2. A timing and control circuit according to claim I, wherein each of said pulse generators comprises a voltage charging circuit including a charging capacitor and means for adjustably varying a charging voltage on said capacitor, a unijunction transistor operatively connected to said capacitor and arranged to transmit a pulse in its output circuit when the charge on the capacitor reaches a predetermined value, and a transistor connected to shunt said capacitor when conductive, upon receipt at its base of a disabling signal from said decoding means.
3. A timing and control circuit according to claim I wherein said counters each comprise a plurality of NAND gates connected in pairs to form respective flip-flop stages which are serially connected, the output of one gate of each pair being operatively connected to said decoding means for receipt of a reset signal therefrom.
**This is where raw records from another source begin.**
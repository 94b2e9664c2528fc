// Package cryst models a cooling recrystallization of the product from a
// solvent or a solvent/anti-solvent pair: from solubility data (measured
// points or an ideal-solubility estimate) to the solvent, passes, yield,
// purity, vessels and batches, hours, energy, one-time development cost
// and waste of one purification at one batch mass.
//
// The model computes physical quantities only (SI inside); pricing is the
// ledger's job. Every coefficient is in coefficients.go and
// coefficients_scale.go with its source; the solubility equations are in
// the solubility sub-package. A run is compute (compute.go: the physics,
// a typed outcome) then report (report.go: figures, demands, waste;
// prose.go: the notes and reasons in words).
package cryst

import (
	"sepcost/costing/scenario"
	"sepcost/costing/solvent"
	"sepcost/costing/source"
	"sepcost/costing/usage"
)

// Price-table items the model asks for (besides one item per solvent id and
// the disposal items of the waste classes).
const (
	ItemLabour      = usage.ItemLabour
	ItemElectricity = usage.ItemElectricity
	ItemProduct     = usage.ItemProduct
)

// Activity names, in the order they are reported.
const (
	ActCharge    = "charge the vessel"
	ActHeat      = "heat and dissolve"
	ActCool      = "cool and crystallise"
	ActFilter    = "transfer, filter and wash"
	ActCheck     = "check purity"
	ActClean     = "clean the vessel"
	ActCropEvap  = "second crop: evaporate the mother liquor"
	ActCrop      = "second crop: crystallise and filter"
	ActDry       = "dry the crystals"
	ActDischarge = "discharge and pack the product"
)

var activityOrder = []string{ActCharge, ActHeat, ActCool, ActFilter, ActCheck, ActClean, ActCropEvap, ActCrop, ActDry, ActDischarge}

// Model is a crystallization ready to run at any batch mass: the scenario's
// section with the coefficients read and checked once.
type Model struct {
	sc  *scenario.Scenario
	cr  *scenario.Crystallization
	p   params
	liq liquid
	bad string // why the coefficients make the model meaningless; "" when they do not
	// Quiet makes usages that are only costed (usage.Usage.Quiet: no
	// notes); every quantity is the same.
	Quiet bool
}

// New reads the coefficients (the defaults with the user's settings) and
// the scenario's crystallization section once. sc.Crystallization must not
// be nil.
func New(sc *scenario.Scenario, coef source.Set) *Model {
	m := &Model{sc: sc, cr: sc.Crystallization}
	m.p, m.bad = readParams(coef)
	cr := m.cr
	m.liq = liquid{mix: cr.Mix, density: cr.LiquidDensity}
	for _, p := range cr.Mix {
		m.liq.parts = append(m.liq.parts, mustSolvent(sc.Solvents, p.Solvent))
	}
	if cr.Excess != nil {
		m.p.excess = *cr.Excess
	}
	if cr.Distribution != nil {
		m.p.distribution = *cr.Distribution
	}
	if len(cr.FlasksM3)+len(cr.ReactorsM3) > 0 {
		m.p.flasks, m.p.reactors = cr.FlasksM3, cr.ReactorsM3
	}
	if cr.FillLimit != nil {
		m.p.flaskFill, m.p.reactorFill = *cr.FillLimit, *cr.FillLimit
	}
	if cr.ScreeningS != nil {
		m.p.screeningTime = *cr.ScreeningS
	}
	if cr.ScreeningKg != nil {
		m.p.screeningMass = *cr.ScreeningKg
	}
	return m
}

// Run models the recrystallization of crudeKg of crude. coef must hold
// Defaults() (with the user's settings applied). It is New(sc, coef).Run.
func Run(sc *scenario.Scenario, coef source.Set, crudeKg float64) usage.Usage {
	return New(sc, coef).Run(crudeKg)
}

// Run models the recrystallization of crudeKg of crude.
//
// Steps, each in its own file:
//
//   - solubility of product and impurity at the dissolution and isolation
//     temperatures (solubility package: van 't Hoff fit or Schröder–van
//     Laar estimate), with a warning beyond the measured range;
//   - passes (Pass.Run, PurifyWith): solvent V = P/S_hot·(1 + excess),
//     losses to mother liquor and washes, the impurity's fate (its
//     solubility, its uptake by the Doerner–Hoskins law, the liquor
//     occluded at the pass's cooling rate), until the target purity;
//     Feasible=false with the reason when it cannot be reached;
//   - an optional second crop from the last mother liquor (SecondCrop),
//     taken only if the combined product still meets the target;
//   - vessels and batches per pass (ChooseVessel); heating and cooling
//     times limited by the jacket (JacketTime, A ∝ V^(2/3)) and by the
//     cooling ramp; charging and transfers by volume; filtration and
//     washing by Darcy's law for a cake (CakeFiltrationTime); drying to a
//     loss on drying (DryingTime); cleaning by the vessel's wall area;
//     operators per operation (two at reactor scale);
//   - energy: sensible heat of liquid and solids and the enthalpy of
//     solution over the heater efficiency; heat removed below room
//     temperature over the chiller COP (above it, cooling water); solvent
//     evaporated in drying and for the second crop over both;
//   - one-time development (usage.OneTime): screening hours and the
//     product content of the crude used in screening;
//   - waste by stream, classed by the liquid (halogenated if any part is,
//     aqueous for water alone, else non-halogenated solvent).
func (m *Model) Run(crudeKg float64) usage.Usage {
	u := usage.New(Method, crudeKg, crudeKg*m.sc.Purity)
	u.Quiet = m.Quiet
	if m.bad != "" {
		u.Feasible = false
		u.Reason = m.bad
		return u
	}
	o := m.compute(crudeKg)
	m.report(&u, &o)
	return u
}

// liquid is the crystallization liquid with the solvent data the model needs.
type liquid struct {
	mix     scenario.Mix
	parts   []solvent.Solvent
	density float64 // kg/m³
}

// heatCapacity is the heat capacity of a volume V (m³) of the liquid, J/K:
// Σ φ_i·V·ρ_i·c_p,i.
func (l liquid) heatCapacity(V float64) float64 {
	c := 0.0
	for i, p := range l.mix {
		c += p.Fraction * V * l.parts[i].Density.V * l.parts[i].SpecificCp()
	}
	return c
}

// evaporationHeat is the heat to warm a volume V (m³) of the liquid by dT
// (K) and evaporate it, J: Σ φ_i·V·ρ_i·(c_p,i·dT + Δh_vap,i).
func (l liquid) evaporationHeat(V, dT float64) float64 {
	q := 0.0
	for i, p := range l.mix {
		m := p.Fraction * V * l.parts[i].Density.V
		q += m * (l.parts[i].SpecificCp()*dT + l.parts[i].SpecificHVap())
	}
	return q
}

// class is the waste class of the liquid: halogenated when any part is,
// aqueous when it is water alone, else non-halogenated solvent.
func (l liquid) class() usage.WasteClass {
	allWater := true
	for _, s := range l.parts {
		if s.Halogenated {
			return usage.Halogenated
		}
		if s.ID != "water" {
			allWater = false
		}
	}
	if allWater {
		return usage.Aqueous
	}
	return usage.NonHalogenated
}

// components lists the liquid's solvents in a volume V (m³) as waste components.
func (l liquid) components(V float64) []usage.Component {
	var out []usage.Component
	for i, p := range l.mix {
		out = append(out, usage.Component{Name: p.Solvent, Kg: p.Fraction * V * l.parts[i].Density.V, Solvent: true})
	}
	return out
}

func addFeed(a, b Feed) Feed {
	return Feed{Product: a.Product + b.Product, Impurity: a.Impurity + b.Impurity, Other: a.Other + b.Other}
}

func subFeed(a, b Feed) Feed {
	return Feed{Product: a.Product - b.Product, Impurity: a.Impurity - b.Impurity, Other: a.Other - b.Other}
}

func b2f(b bool) float64 {
	if b {
		return 1
	}
	return 0
}

// mustSolvent returns a solvent the scenario has already checked exists.
func mustSolvent(b *solvent.Book, id string) solvent.Solvent {
	s, ok := b.View(id)
	if !ok {
		panic("cryst: solvent " + id + " was not checked by the scenario reader")
	}
	return s
}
4. A timing and control circuit according to claim 1, wherein each of said pulse generators comprises a voltage charging circuit including a charging capacitor and means for adjustably varying a charging voltage on said capacitor, a unijunction transistor operatively connected to said capacitor and arranged to transmit a pulse in its output circuit when the charge on the capacitor reaches a predetermined value, and a transistor connected to shunt said capacitor when conductive, upon receipt at its base of a disabling signal from said decoding means, and wherein said counters each comprise a plurality of NAND gates connected in pairs to form respective flipflop stages which are serially connected, the output of one gate of each pair being operatively connected by an invertor to said decoding means for receipt of a reset signal therefrom.
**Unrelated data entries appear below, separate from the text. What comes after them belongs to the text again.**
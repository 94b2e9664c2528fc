package cryst

import "math"

// Area factors a in A = a·V^(2/3) for geometrically similar vessels.
//
//	sphere:                        a = (36π)^(1/3)          ≈ 4.836
//	cylinder, H = D, wall + bottom: a = (5π/4)·(4/π)^(2/3)   ≈ 4.613
//
// Derived: a sphere of volume V = πD³/6 has area πD²; a cylinder of
// diameter D and height D has volume πD³/4 and wall plus bottom area
// πD² + πD²/4.
var (
	AreaFactorSphere   = math.Cbrt(36 * math.Pi)
	AreaFactorCylinder = 5 * math.Pi / 4 * math.Pow(4/math.Pi, 2.0/3)
)

// WettedArea is the heat-transfer area of a batch of volume V (m³) in a
// vessel of shape factor a, m²:
//
//	A = a · V^(2/3)
//
// For geometrically similar batches the area grows as V^(2/3) while the
// heat to move grows as V, which is why heating and cooling take longer at
// scale (standard heat transfer: the square–cube law for similar vessels,
// from memory).
func WettedArea(a, V float64) float64 { return a * math.Pow(V, 2.0/3) }

// JacketTime is the time to bring a well-stirred batch from T0 to Tf with
// the jacket (or bath) held at Tj, s:
//
//	t = (m·c_p / (U·A)) · ln((T0 − Tj)/(Tf − Tj))
//
// C = m·c_p the batch's heat capacity (J/K), U the overall heat-transfer
// coefficient (W/(m²·K)), A the wetted area (m²), temperatures in K. It
// follows from m·c_p·dT/dt = −U·A·(T − Tj) with U and c_p constant
// (batch heating and cooling of a stirred tank; McCabe, W. L.; Smith,
// J. C.; Harriott, P. "Unit Operations of Chemical Engineering", ch. 15 —
// from memory). Valid when Tj lies beyond
// Tf on the far side from T0; otherwise Tf is never reached and the result
// is +Inf. With A = a·V^(2/3) and C ∝ V the time grows as V^(1/3).
func JacketTime(C, U, A, T0, Tf, Tj float64) float64 {
	if T0 == Tf {
		return 0
	}
	r := (T0 - Tj) / (Tf - Tj)
	if !(r > 1) {
		return math.Inf(1)
	}
	return C / (U * A) * math.Log(r)
}

// EffectiveHeatCapacity spreads a heat of dissolution or crystallization Q
// (J) evenly over the temperature change ΔT (K) of a batch of heat
// capacity C (J/K), so that JacketTime covers the latent heat too:
//
//	C_eff = C + Q/|ΔT|
//
// An assumption: the solute comes out of solution in proportion to the
// temperature drop (it actually comes out faster near the top for a
// van 't Hoff curve, which this ignores).
func EffectiveHeatCapacity(C, Q, dT float64) float64 {
	if dT == 0 {
		return C
	}
	return C + math.Abs(Q/dT)
}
5. A timing and control circuit according to claim 1 wherein said decoding means comprises a pair of NAND gates, each having its output cross-connected with one input of the other gate of such pair, and the other inputs connected with the outputs of the respective counters, the output of one gate forming the output for the decoding means and providing the reset signal for the counter connected thereto and the disable signal for the generator connected to such counter, the output of the other gate of such pair providing the disable and reset signals for the other generator and counter connected thereto.
6. A timing and control circuit according to claim 1 wherein the pulse generator of said recycling timing circuit comprises a voltage charging circuit including a charging capacitor and means for applying a charging voltage thereto, and a unijunction transistor operatively connected to said capacitor and ar ranged to transmit a pulse in its output circuit when the charge on the capacitor reaches a predetermined value, and said single count circuit comprises a pair of NAND gates, each having its output cross-connected with one input of the other gate of such pair, and the other inputs connected with the output of the pulse generator of said recycling timing circuit, the output of one of the latter gates forming the output for said circuit, and a triac, to which said last-mentioned gate output is connected, which triac forms the responsive output control element of said single count circuit.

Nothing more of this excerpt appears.